Disruption of COX1 and COX2 signaling significantly impairs tumor cell immune evasion.

  • Major finding: Disruption of COX1 and COX2 signaling significantly impairs tumor cell immune evasion.

  • Mechanism: COX-driven PGE2 secretion suppresses antitumor immune mediators and induces tumor-promoting inflammation.

  • Impact: Inhibition of COX may serve as adjuvant therapy with immune-based anticancer therapies.

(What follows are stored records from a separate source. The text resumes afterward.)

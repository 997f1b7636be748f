"""YAML text becomes data with places; whatever a yard could trip over is told with its line and column."""

from __future__ import annotations

from pathlib import Path

import pytest
import yaml
from hypothesis import assume, example, given
from hypothesis import strategies as st

from checker.reading.document import DEEPEST_NESTING, LARGEST_FILE_BYTES, Document, compose

EXAMPLE = Path(__file__).resolve().parents[2] / "fleet_example"
EXAMPLE_FILES = sorted(EXAMPLE.rglob("*.yaml"))
PARSERS = [yaml.SafeLoader, *([yaml.CSafeLoader] if hasattr(yaml, "CSafeLoader") else [])]
QUOTED = "look for a missing quote, colon or indentation just before this place"


def told(text: str | bytes) -> list[str]:
    """Return the faults of a text as `line:column message (remedy)`; every parser must tell the same."""
    content = text if isinstance(text, bytes) else text.encode("utf-8")
    faults = compose(content, "f.yaml").faults
    for parser in PARSERS:
        assert compose(content, "f.yaml", parser).faults == faults
    assert all(fault.at.file == "f.yaml" for fault in faults)
    return [f"{f.at.line}:{f.at.column} {f.message} ({f.remedy})" for f in faults]


def read(text: str | bytes) -> object:
    """Return the data of a text without faults; every parser must read the same, at the same places."""
    content = text if isinstance(text, bytes) else text.encode("utf-8")
    document = compose(content, "f.yaml")
    assert document.faults == []
    for parser in PARSERS:
        assert compose(content, "f.yaml", parser) == document
    return document.data


# --- what a plain scalar means
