"""Pack what is aboard each boat for the JSON result: a boat tells what it has otherwise than its design."""

from __future__ import annotations

from collections.abc import Mapping, Sequence
from dataclasses import dataclass

from checker.boat.aboard import Aboard, Lines
from checker.result.model import Study, SubjectResult


@dataclass(frozen=True, slots=True)
class Packed:
    """Tell the lines of one boat: those of another boat, without some, and with others in their place."""

    like: str
    without: tuple[str, ...]
    lines: Lines


def packed(studies: Sequence[Study], subjects: Sequence[SubjectResult]) -> dict[str, Packed]:
    """Return the lines of each study, packed: a hull against its option set, an option set against the bare class."""
    lines = {study.name: study.aboard.lines for study in studies if study.aboard is not None}
    study_of = {subject.id: subject.study for subject in subjects}
    found: dict[str, Packed] = {}
    for subject in subjects:
        if subject.study in found or subject.study not in lines:
            continue
        design = study_of.get(" + ".join((subject.class_id, *subject.options)), "")
        like = study_of.get(subject.class_id, "") if design == subject.study else design
        if like == subject.study or like not in lines:
            like = ""
        found[subject.study] = _against(like, lines.get(like, {}), lines[subject.study])
    return found


def _against(like: str, base: Lines, own: Lines) -> Packed:
    return Packed(
        like,
        tuple(key for key in base if key not in own),
        {key: line for key, line in own.items() if base.get(key) != line},
    )


def unpacked(all_packed: Mapping[str, Packed]) -> dict[str, Aboard]:
    """Return the lines of each study.

    Raises:
        ValueError: If a study is told like one that is not there, or in a circle.
    """
    found: dict[str, Aboard] = {}

    def lines_of(name: str, asked: tuple[str, ...]) -> Lines:
        if name in found:
            return found[name].lines
        if name in asked or name not in all_packed:
            raise ValueError(f"what is aboard {name} is told in a circle, or nowhere")
        mine = all_packed[name]
        base = lines_of(mine.like, (*asked, name)) if mine.like else {}
        found[name] = Aboard({**{k: v for k, v in base.items() if k not in set(mine.without)}, **mine.lines})
        return found[name].lines

    for name in all_packed:
        lines_of(name, ())
    return found
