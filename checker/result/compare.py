"""Compare two results: what a change does, hull by hull, and all hulls together. Pure: data in, data out."""

from __future__ import annotations

from collections.abc import Callable, Iterator, Sequence
from dataclasses import replace

from checker.result.cards import NOT_STUDIED
from checker.result.claims import Claim, claims
from checker.result.compare_aboard import AboardChanges, aboard_changes, units
from checker.result.compare_findings import Match, Told, matches, notes_of, told_of, unassessed_of
from checker.result.compare_limits import limit_moves
from checker.result.compare_places import PlaceChanges, bare, place_changes
from checker.result.comparison import FILES, Comparison, FindingKind
from checker.result.gathered_changes import finding_changes, headroom_changes, lost_changes
from checker.result.gathered_differences import differences
from checker.result.gathered_silence import silenced_changes
from checker.result.moved_by_limits import ByLimits, moved_by_limits
from checker.result.retrofit import behind_class, reached_at_same_revision, retrofits
from checker.result.side import About, Found, Side, SideStudy, SideSubject
from checker.result.subject_change import Change, subject_change

_NO_STUDY = SideStudy("", (), {})


def compared(base: Side, head: Side, thin_fraction: float, held_as_head: Side | None = None) -> Comparison:
    """Return what differs between two sides.

    Args:
        base: What was.
        head: What is.
        thin_fraction: Share of a limit below which headroom is thin.
        held_as_head: The boats of the base side, held against what the head side is held against, where
            that is known: where they differ from the base, no boat has changed.
    """
    changes = list(_changes(base, head, thin_fraction))
    moves = limit_moves(base, head)
    by_limits = ByLimits()
    if moves:
        aside = None if held_as_head is None else list(_changes(base, held_as_head, thin_fraction))
        by_limits = moved_by_limits(changes, aside)
    has_aboard = base.has_aboard and head.has_aboard
    return Comparison(
        base=base.name,
        head=head.name,
        subjects=tuple(subject_change(change) for change in changes),
        findings=finding_changes([*changes, _of_files(base, head)], by_limits),
        silenced=silenced_changes(changes, base, moves, by_limits),
        lost=lost_changes(changes, base, head),
        headroom=headroom_changes(changes, by_limits),
        limits=moves,
        differences=differences(changes) if has_aboard else None,
        retrofits=retrofits(changes) if has_aboard else (),
        behind=behind_class(changes),
        same_revision=reached_at_same_revision(changes) if has_aboard else (),
    )


def _changes(base: Side, head: Side, thin_fraction: float) -> Iterator[Change]:
    """Yield how each hull and option set changed; alike ones are compared once."""
    olds = {(subject.is_hull, subject.id): subject for subject in base.subjects}
    news = {(subject.is_hull, subject.id): subject for subject in head.subjects}
    known: dict[tuple[str, str], tuple[PlaceChanges, AboardChanges | None]] = {}
    for key in dict.fromkeys((*olds, *news)):
        before, after = olds.get(key), news.get(key)
        old = base.studies[before.study] if before else _NO_STUDY
        new = head.studies[after.study] if after else _NO_STUDY
        if (old.name, new.name) not in known:
            known[old.name, new.name] = _of_studies(old, new, thin_fraction)
        places, aboard = known[old.name, new.name]
        change = _change(before, after, old, new, places, aboard)
        yield replace(change, matches=(_UNSTUDIED,)) if _is_unstudied(change, head) else change


_UNSTUDIED = Match(
    FindingKind.NEW, None, is_worse=True, after=Told(Found(
        is_finding=True, check=NOT_STUDIED.id, level=NOT_STUDIED.level.value, part="all", fault="could not be studied",
        remedy="mend the faults of the yard's files first",
    )),
)  # fmt: skip
"""What became of a hull that was looked at and now cannot be."""


def _is_unstudied(change: Change, head: Side) -> bool:
    """Tell whether a hull or option set is not gone, but could not be studied."""
    subject = change.subject
    names = {f"{'hull' if subject.is_hull else 'option set'} {subject.id}", f"class {subject.class_id}"}
    return change.after is None and not names.isdisjoint(head.unstudied)


def _of_studies(old: SideStudy, new: SideStudy, thin_fraction: float) -> tuple[PlaceChanges, AboardChanges | None]:
    if old is _NO_STUDY or new is _NO_STUDY:
        return PlaceChanges(), None
    both = old.aboard is not None and new.aboard is not None
    aboard = aboard_changes(old.aboard, new.aboard) if both and old.aboard and new.aboard else None
    gone = aboard.gone_names | aboard.relanded if aboard else frozenset()
    dropped = frozenset(old.sets) - frozenset(new.sets)
    return place_changes(old, new, gone, dropped, thin_fraction), aboard


def _change(
    before: SideSubject | None, after: SideSubject | None, old: SideStudy, new: SideStudy, places: PlaceChanges,
    aboard: AboardChanges | None,
) -> Change:  # fmt: skip
    told_before = told_of(before, old) if before else []
    told_after = told_of(after, new) if after else []
    unassessed_before = unassessed_of(old, before) if before else frozenset()
    unassessed_after = unassessed_of(new, after) if after else frozenset()
    found = tuple(matches(told_before, told_after, unassessed_after, _replaced(aboard))) if after else ()
    claimed = tuple(claims(aboard)) if aboard else ()
    return Change(
        before=before,
        after=after,
        matches=found,
        notes=notes_of(new),
        unassessed=tuple(
            one for one in (*new.found, *(after.own if after else ()))
            if before and not one.is_finding and one.about not in unassessed_before
        ),
        dropped_sets=tuple(one for one in old.sets if before and after and one not in new.sets),
        places=places,
        aboard=aboard,
        units=tuple(units(aboard)) if aboard else (),
        claims=claimed,
        unasked=frozenset(_unasked(found, new, unassessed_after, aboard, claimed)),
    )  # fmt: skip


def _unasked(
    found: Sequence[Match], new: SideStudy, unassessed: frozenset[About], aboard: AboardChanges | None,
    claimed: Sequence[Claim],
) -> Iterator[About]:  # fmt: skip
    """Yield what a finding is gone of because nothing looks there any more: neither a pass nor a finding is left.

    That is so where its part was not touched, and either the check could not be made, or a fact
    that decides what is asked of other things says less.
    """
    looked_at = {(key.check, key.limit_set, bare(key.part)) for key in new.places}
    unmade = {about[:2] for about in unassessed}
    touched = aboard.touched | aboard.gone_names if aboard else frozenset()
    for match in found:
        if match.kind is FindingKind.FIXED and match.before is not None:
            about = match.before.found.about
            says_less = about[:2] in unmade or any(claim.is_wide for claim in claimed)
            if says_less and about not in looked_at and about[2].partition(" ")[0] not in touched:
                yield about


def _replaced(aboard: AboardChanges | None) -> Callable[[str, str], bool]:
    """Return what tells whether one part may have taken the place of another."""
    if aboard is None:
        return lambda _old, _new: False
    gone, new = aboard.gone_names, aboard.new_names
    return lambda old, now: old.partition(" ")[0] in gone or now.partition(" ")[0] in new


def _of_files(base: Side, head: Side) -> Change:
    """Return how the findings of the yard's files changed, which belong to no boat."""
    known = {f"{'hull' if subject.is_hull else 'option set'} {subject.id}" for subject in base.subjects}
    sides: list[SideSubject] = []
    for side in (base, head):
        # That a boat of the base could not be studied is told of the boat.
        own = tuple(one for one in side.file_found if one.check != NOT_STUDIED.id or not _speaks_of(one, known, base))
        sides.append(SideSubject(id=FILES, is_hull=False, class_id="", study="", own=own))
    return _change(sides[0], sides[1], _NO_STUDY, _NO_STUDY, PlaceChanges(), None)


def _speaks_of(found: Found, known: set[str], base: Side) -> bool:
    return found.part in known or found.part in {f"class {subject.class_id}" for subject in base.subjects}
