"""Keep studies from one run to the next, each under a name made of all that it rests on.

An entry is believed only if it names the very study that was asked for and its bytes have the
sum that it states. What is damaged, or of another yard or tool, is passed over and made anew, so
that a store never changes what a run tells.
"""

from __future__ import annotations

import contextlib
import hashlib
import json
import os
import re
import sys
from collections.abc import Iterable
from functools import cache
from pathlib import Path

from checker import __version__
from checker.result.studied import Studied, Written, read_study

SUFFIX = ".study"
FORMAT = "fairloom study 1"
KEPT_FOR_EACH_USED = 4
KEPT_AT_LEAST = 1_000
"""Entries beyond both are taken away, those first that were not used for longest."""
_HEAD_LIMIT = 1_000
_ENTRY = re.compile(r"[0-9a-f]{8}-[0-9a-f]{64}\.study")


@cache
def tool_sum() -> str:
    """Return a sum of this tool: its version, its code, its tables and schemas, and the Python that runs it."""
    package = Path(__file__).resolve().parents[1]
    total = hashlib.sha256(f"{__version__} {sys.version_info[:2]}".encode())
    schemas = package / "_schemas"
    folders = (package, schemas if schemas.is_dir() else package.parent / "schemas")
    for folder in folders:
        for file in sorted(folder.rglob("*")):
            if file.suffix in (".py", ".yaml", ".json"):
                total.update(f"{file.relative_to(folder).as_posix()}\0".encode())
                total.update(hashlib.sha256(file.read_bytes()).digest())
    return total.hexdigest()


def study_name(*rests_on: Iterable[str]) -> str:
    """Return the name of a study, made of the tool and of everything that the study rests on."""
    text = json.dumps([tool_sum(), *(list(group) for group in rests_on)])
    return hashlib.sha256(text.encode()).hexdigest()


class Store:
    """Hold studies in a folder. What cannot be read or written costs time and changes nothing."""

    def __init__(self, folder: Path) -> None:
        self._folder = folder
        self._used: set[str] = set()
        self.taken = 0
        self.trouble = ""

    def take(self, name: str, *, lists_passes: bool) -> Studied | None:
        """Return a study that was kept, or None."""
        file = self._file(name)
        try:
            with file.open("rb") as source:
                head = json.loads(source.readline(_HEAD_LIMIT))
                found = Written(source.read(int(head["most"][0])), source.read())
            if head["format"] != FORMAT or head["study"] != name:
                return None
            if head["most"][1] != _sum(found.most) or head["passes"][1] != _sum(found.passes):
                return None
            studied = read_study(found, lists_passes=lists_passes)
        except (OSError, ValueError, KeyError, TypeError, IndexError, OverflowError, RecursionError):
            return None
        with contextlib.suppress(OSError):
            os.utime(file)
        self._used.add(file.name)
        self.taken += 1
        return studied

    def keep(self, name: str, one: Written) -> None:
        """Keep a study; it must list its passes."""
        head = {"format": FORMAT, "study": name, "most": [len(one.most), _sum(one.most)],
                "passes": [len(one.passes), _sum(one.passes)]}  # fmt: skip
        file = self._file(name)
        part = file.with_suffix(f".{os.getpid()}.part")
        try:
            self._folder.mkdir(parents=True, exist_ok=True)
            part.write_bytes(json.dumps(head).encode() + b"\n" + one.most + one.passes)
            part.replace(file)  # whole or not at all, whoever else writes here
        except OSError as error:
            self.trouble = error.strerror or str(error)
        self._used.add(file.name)

    def tidy(self) -> None:
        """Take away entries of other tools, and the oldest beyond what is worth keeping."""
        with contextlib.suppress(OSError):
            entries = [file for file in self._folder.iterdir() if _ENTRY.fullmatch(file.name)]
            own = [file for file in entries if file.name.startswith(_prefix())]
            spare = [file for file in own if file.name not in self._used]
            spare.sort(key=lambda file: file.stat().st_mtime)
            most = max(KEPT_AT_LEAST, KEPT_FOR_EACH_USED * len(self._used))
            for file in [*(set(entries) - set(own)), *spare[: max(0, len(own) - most)]]:
                file.unlink(missing_ok=True)

    def _file(self, name: str) -> Path:
        return self._folder / f"{_prefix()}{name}{SUFFIX}"


def _prefix() -> str:
    return f"{tool_sum()[:8]}-"


def _sum(data: bytes) -> str:
    return hashlib.sha256(data).hexdigest()
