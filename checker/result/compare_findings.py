"""Match the findings of two sides: which are new, fixed, accepted, or moved.

A finding is the same one where check, limit set and part are, whatever its file, line, wording
and figures. Where one part has several of a check, they are matched by what made them (their
fingerprint), then by the switch state, then in the order of their figures.
"""

from __future__ import annotations

from collections.abc import Callable, Iterable, Iterator, Sequence
from dataclasses import dataclass

from checker.result.comparison import FindingKind
from checker.result.side import About, Figures, Found, SideStudy, SideSubject, Waived

LEVELS = ("error", "warning", "note")
SAME = 1e-6
"""Figures within this share of each other are the same to a reader."""


@dataclass(frozen=True, slots=True)
class Told:
    """Hold a finding of one subject, and the waiver that accepts it, if one does."""

    found: Found
    waived: Waived | None = None


@dataclass(frozen=True, slots=True)
class Match:
    """Tell what became of one finding of one subject; either side may be missing."""

    kind: FindingKind
    before: Told | None
    after: Told | None
    was: str = ""
    is_worse: bool = False


def told_of(subject: SideSubject, study: SideStudy) -> list[Told]:
    """Return the findings of one subject: those of its study, with its waivers, and its own."""
    found = [one for one in (*study.found, *subject.own) if one.is_finding]
    return [Told(one, subject.accepted.get(one.fingerprint)) for one in found]


def matches(
    before: Sequence[Told], after: Sequence[Told], unassessed: frozenset[About], replaced: Callable[[str, str], bool]
) -> Iterator[Match]:
    """Yield what became of each finding of one subject; those that are as they were are left out.

    Args:
        before: Its findings on the base side.
        after: Its findings on the head side.
        unassessed: What is not assessed on the head side: a finding there is not fixed.
        replaced: Tells whether a part may have taken another's place: of parts that are both aboard
            before and after, one was mended and the other is newly at fault.
    """
    pairs, gone, new = paired(before, after)
    for old, now in pairs:
        yield from _same(old, now)
    circuits: dict[tuple[str, str, str], list[Told]] = {}
    for told in gone:
        circuits.setdefault(_in_circuit(told.found), []).append(told)
    for told in new:
        others = circuits.get(_in_circuit(told.found), []) if told.found.circuit else []
        twin = next((one for one in others if _is_twin(one, told) and replaced(one.found.part, told.found.part)), None)
        if twin is not None:
            others.remove(twin)
            yield Match(FindingKind.MOVED, twin, told, is_worse=_is_worse(twin.found.figures, told.found.figures))
        else:
            yield Match(FindingKind.ACCEPTED if told.waived else FindingKind.NEW, None, told, is_worse=True)
    for told in (told for rows in circuits.values() for told in rows):
        is_unassessed = told.found.about in unassessed
        yield Match(FindingKind.UNASSESSED if is_unassessed else FindingKind.FIXED, told, None, is_worse=is_unassessed)


def _is_twin(old: Told, now: Told) -> bool:
    return old.found.level == now.found.level and bool(old.waived) == bool(now.waived)


def _in_circuit(found: Found) -> tuple[str, str, str]:
    return found.check, found.limit_set, found.circuit or f"part {found.part}"


def _same(old: Told, now: Told) -> Iterator[Match]:
    """Yield what became of a finding that is on both sides."""
    before, after = old.found, now.found
    worse_level = LEVELS.index(after.level) < LEVELS.index(before.level)
    if old.waived and not now.waived:
        yield Match(FindingKind.NEW, old, now, f"was accepted [{old.waived.waiver}]", is_worse=True)
    elif now.waived and (not old.waived or now.waived.expires > old.waived.expires):
        yield Match(FindingKind.ACCEPTED, old, now, is_worse=True)
    elif worse_level and not now.waived:
        yield Match(FindingKind.NEW, old, now, f"was a {before.level}", is_worse=True)
    elif after.level != before.level and not worse_level:
        yield Match(FindingKind.LOWERED, old, now, f"was a {before.level}", is_worse=True)
    elif _differs(before.figures, after.figures) or (before.figures is None and before.fault != after.fault):
        yield Match(FindingKind.MOVED, old, now, is_worse=_is_worse(before.figures, after.figures))


def paired(before: Iterable[Told], after: Iterable[Told]) -> tuple[list[tuple[Told, Told]], list[Told], list[Told]]:
    """Return the findings that are on both sides, those that are gone, and those that are new."""
    olds, news = _by_about(before), _by_about(after)
    pairs: list[tuple[Told, Told]] = []
    gone: list[Told] = []
    new: list[Told] = []
    for about in dict.fromkeys((*olds, *news)):
        left, right = list(olds.get(about, ())), list(news.get(about, ()))
        for alike in (_by_fingerprint, _by_state, _by_nothing):
            for one in tuple(left):
                twin = next((other for other in right if alike(one) == alike(other)), None)
                if twin is not None:
                    pairs.append((one, twin))
                    left.remove(one)
                    right.remove(twin)
        gone += left
        new += right
    return pairs, gone, new


def _by_about(rows: Iterable[Told]) -> dict[About, list[Told]]:
    found: dict[About, list[Told]] = {}
    for told in sorted(rows, key=_order):
        found.setdefault(told.found.about, []).append(told)
    return found


def _order(told: Told) -> tuple[object, ...]:
    figures = told.found.figures
    return told.found.state, 0.0 if figures is None else figures.value, told.found.fault


def _by_fingerprint(told: Told) -> object:
    return told.found.fingerprint


def _by_state(told: Told) -> object:
    return told.found.state


def _by_nothing(_told: Told) -> object:
    return None


def _differs(before: Figures | None, after: Figures | None) -> bool:
    if before is None or after is None:
        return (before is None) != (after is None)
    return not (is_near(before.value, after.value) and is_near(before.limit, after.limit))


def is_near(one: float, other: float) -> bool:
    """Tell whether two figures are the same to a reader."""
    return one == other or abs(one - other) <= SAME * max(abs(one), abs(other))


def _is_worse(before: Figures | None, after: Figures | None) -> bool:
    """Tell whether a finding is further past its limit than it was."""
    old, new = (None if figures is None else figures.headroom for figures in (before, after))
    return old is not None and new is not None and new < old - SAME


def unassessed_of(study: SideStudy, subject: SideSubject) -> frozenset[About]:
    """Return what was not assessed on a subject."""
    return frozenset(one.about for one in (*study.found, *subject.own) if not one.is_finding)


def notes_of(study: SideStudy) -> dict[About, str]:
    """Return the notes of the places that passed without figures, by what they are about."""
    return {
        (key.check, key.limit_set, key.part): place.note
        for key, place in study.places.items()
        if place.figures is None and place.note
    }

Active evasion of antitumor immune responses by cancer cells facilitates tumor growth and progression. Although several mechanisms of tumor-mediated immune suppression and evasion have been described, the molecular drivers of this pathway remain poorly understood. Using mouse BrafV600E-driven melanoma cells, Zelenay and colleagues demonstrated that cyclooxygenase (COX)-driven production of prostaglandin E2 (PGE2) is a primary mediator of the proinflammatory signature that enables tumor cells to evade immunosurveillance. COX-dependent secretion of PGE2 by melanoma cells was required for the growth and poor immunogenicity of BrafV600E-mutant melanoma cells in immunocompetent mice and resulted in immunomodulatory effects on bone marrow–derived dendritic cells and macrophages. Double-knockout of the genes encoding COX1 and COX2 eliminated nearly all PGE2 production from tumors and impaired tumor growth in wild-type mice via activation of both adaptive and innate immune responses. COX ablation resulted in impaired accumulation and activation of CD103+ dendritic cells and a shift in the inflammatory profile of myeloid cells, including increased expression of antitumor immune mediators, such as IFNγ, and decreased expression of proinflammatory cytokines, such as IL6. Consistent with these findings, COX-dependent production of PGE2 was necessary for escape from anticancer immunity and tumor formation by multiple types of mouse cancer cell lines, including breast and colorectal cancer cells, indicating a conserved mechanism of tumor-mediated immune suppression. Inhibition of COX synergized with anti–programmed cell death 1 (PD-1) blocking antibody to more effectively inhibit tumor growth in vivo compared with anti–PD-1 alone. Furthermore, in human patients with melanoma, high mRNA expression of the gene encoding COX2 positively correlated with the expression of tumor-promoting inflammatory factors and inversely correlated with IFN-stimulated gene expression, suggesting that COX mediates immune suppression across species. Overall, these data identify COX-driven PGE2 secretion as a critical suppressor of immune surveillance and support the therapeutic potential of COX inhibition in combination with immune checkpoint blockade.

Zelenay S, van der Veen AG, Böttcher JP, Snelgrove KJ, Rogers N, Acton SE, et al. Cyclooxygenase-dependent tumor growth through evasion of immunity. Cell 2015;162:1257–70.